Our universe functions in 3 dimensions. Every physical entity can be assigned to 3 coordinates. This concept also includes the genome in our cells. Up until the 20th century, due to a lack of technology, biologists could only postulate what a 3D genome might look like. Now, we have the tools to study the spatial organization of the genome. Indeed, through methods like Hi-C and advances in in-situ hybridization, we are rapidly moving to discern the dynamics of genome organization. The phenomenon of phase separation, well-characterized by polymer physicists and chemists, recently introduced to cell biology has the potential to revolutionize how we look at genome organization and other subcellular assemblies. The concept can explain compartmentalized systems without the need for a membrane, such as in heterochromatin-euchromatin segregation. These advances in technologies and theories have brought about a paradigm shift in the way we study and look at genome organization. Combining chromatin biochemistry with a versatile model system, the nematode C. elegans, I want to tackle the question of whether and how genomes are compartmentalized via phase separation.
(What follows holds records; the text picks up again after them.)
"""Peak-skin-dose model speed: the per-event projection against the block projection (on demand).

    .venv/bin/python bench/skin_dose.py                  # the demo corpus's RF/XA studies
    .venv/bin/python bench/skin_dose.py --repeat 3 --studies 4000

The studies are drawn with the demo's generator (synthetic_studies, seed 7, 3 months, 2000
studies: 179 RF/XA studies, 3457 events) without writing DICOM; each event goes to
`SkinDoseEvent` the way `pipeline.audit.skin_dose_rows` maps a warehouse row. "before" is
`reference_compute_skin_dose` (tests/pipeline/skin_dose_reference.py: the loop as it was, one
event at a time over every cell), "after" is `pipeline.skin_dose.compute_skin_dose`; both run on
the same studies in the same process, alternately study by study, each study timed as the
best of --repeat runs (the sums of those are the two times). The outputs are compared (dose
maps, PSD, method text, per-event factors; 1e-12 relative) before the last line:

    skin dose: before X ms/event, after Y ms/event (Z x), N events in S studies
"""

from __future__ import annotations

import argparse
import math
import sys
import time
from pathlib import Path

ROOT = Path(__file__).resolve().parent.parent
sys.path.insert(0, str(ROOT))


def demo_studies(n_studies: int, seed: int,
                 months: int) -> list[tuple[list, float | None, float | None]]:
    """(events, height_m, weight_kg) of each RF/XA study of a generated corpus."""
    from pipeline import concepts as C
    from pipeline.metrics.skin import _added_cu_mm
    from pipeline.skin_dose import SkinDoseEvent
    from synthetic_studies.sampling import make_study
    from synthetic_studies.scenario import load_scenario

    scenario = load_scenario()
    rp = {"XA": C.RP_15CM_FROM_ISOCENTER.meaning, "RF": C.RP_1CM_ABOVE_TABLETOP.meaning}
    out = []
    for index in range(n_studies):
        spec = make_study(scenario, seed, index, n_studies, months)
        if spec.modality not in rp:
            continue
        events = [SkinDoseEvent(
            dose_rp_mgy=float(e.dose_rp_mgy), kvp=e.kvp, primary_angle_deg=e.primary_angle_deg,
            secondary_angle_deg=e.secondary_angle_deg,
            source_to_isocenter_mm=e.source_to_isocenter_mm, source_to_detector_mm=e.sid_mm,
            field_area_cm2=e.field_area_m2 * 1e4 if e.field_area_m2 is not None else None,
            table_longitudinal_mm=e.table_longitudinal_mm, table_lateral_mm=e.table_lateral_mm,
            table_height_mm=e.table_height_mm, reference_point_definition=rp[spec.modality],
            added_cu_mm=_added_cu_mm(e.filter_material, e.filter_thickness_mm),
            patient_orientation_modifier=e.patient_orientation_modifier,
            patient_table_relationship=e.patient_table_relationship)
            for e in spec.projection_events if e.dose_rp_mgy is not None]
        out.append((events, spec.patient.height_m, spec.patient.weight_kg))
    return out


def _timed(fn, study, repeat: int) -> tuple[float, object]:
    """Best of `repeat` runs on one study (a shared machine: the best is the least disturbed)."""
    events, height, weight = study
    best = math.inf
    for _ in range(repeat):
        started = time.perf_counter()
        result = fn(events, height_m=height, weight_kg=weight)
        best = min(best, time.perf_counter() - started)
    return best, result


def _differences(before, after) -> list[str]:
    import numpy as np

    def close(a, b) -> bool:
        return a == b or math.isclose(a, b, rel_tol=1e-12, abs_tol=0.0)

    out = []
    for k, (r, q) in enumerate(zip(before, after, strict=True)):
        if not (np.array_equal(r.dose_map_mgy > 0, q.dose_map_mgy > 0)
                and np.allclose(q.dose_map_mgy, r.dose_map_mgy, rtol=1e-12, atol=0.0)):
            out.append(f"study {k}: dose map")
        if not close(r.psd_mgy, q.psd_mgy) or r.method != q.method or r.factors != q.factors:
            out.append(f"study {k}: PSD, method or factor sources")
        for a, b in zip(r.event_factors, q.event_factors, strict=True):
            if a.keys() != b.keys() or any(
                    not close(a[key], b[key]) if isinstance(a[key], float) else a[key] != b[key]
                    for key in a):
                out.append(f"study {k}: per-event factors")
                break
    return out


def main(argv: list[str] | None = None) -> int:
    parser = argparse.ArgumentParser(description=__doc__.split("\n")[0])
    parser.add_argument("--studies", type=int, default=2000, help="corpus size (the demo's: 2000)")
    parser.add_argument("--seed", type=int, default=7)
    parser.add_argument("--months", type=int, default=3)
    parser.add_argument("--repeat", type=int, default=1, help="runs per study; the best is kept")
    args = parser.parse_args(argv)

    from pipeline.skin_dose import compute_skin_dose
    from tests.pipeline.skin_dose_reference import reference_compute_skin_dose

    studies = demo_studies(args.studies, args.seed, args.months)
    n_events = sum(len(events) for events, _, _ in studies)
    compute_skin_dose(*studies[0][:1])           # imports, caches of the backscatter table
    reference_compute_skin_dose(*studies[0][:1])
    before_s = after_s = 0.0
    before, after = [], []
    for study in studies:   # alternately, study by study, so that both see the same load
        seconds, result = _timed(reference_compute_skin_dose, study, args.repeat)
        before_s += seconds
        before.append(result)
        seconds, result = _timed(compute_skin_dose, study, args.repeat)
        after_s += seconds
        after.append(result)
    differences = _differences(before, after)
    for line in differences[:20]:
        print("DIFFERENT:", line)
    print(f"outputs: {'identical to 1e-12' if not differences else f'{len(differences)} differ'}")
    print(f"skin dose: before {before_s / n_events * 1e3:.3f} ms/event, after "
          f"{after_s / n_events * 1e3:.3f} ms/event ({before_s / after_s:.1f} x), "
          f"{n_events} events in {len(studies)} studies")
    return 1 if differences else 0


if __name__ == "__main__":
    raise SystemExit(main())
In particular, I am focusing on two chromatin factors of the HP1 and MBT protein families that appear to be essential in this process.

Although I joined the KAUST Ph.D. program in Fall 2020, my arrival to the laboratory has been delayed until recently due to the ongoing pandemic. Being an opportunist, I decided to take advantage of the delay and got married to my longtime girlfriend in September 2020. Now that we have both safely arrived at KAUST, I am very excited to finally start my experimental work in the lab and add my contribution to the field”.
Karthik has a bachelor’s degree in Biotechnology from NITW, India, and a master’s degree in Molecular Biology from IRCM, Canada.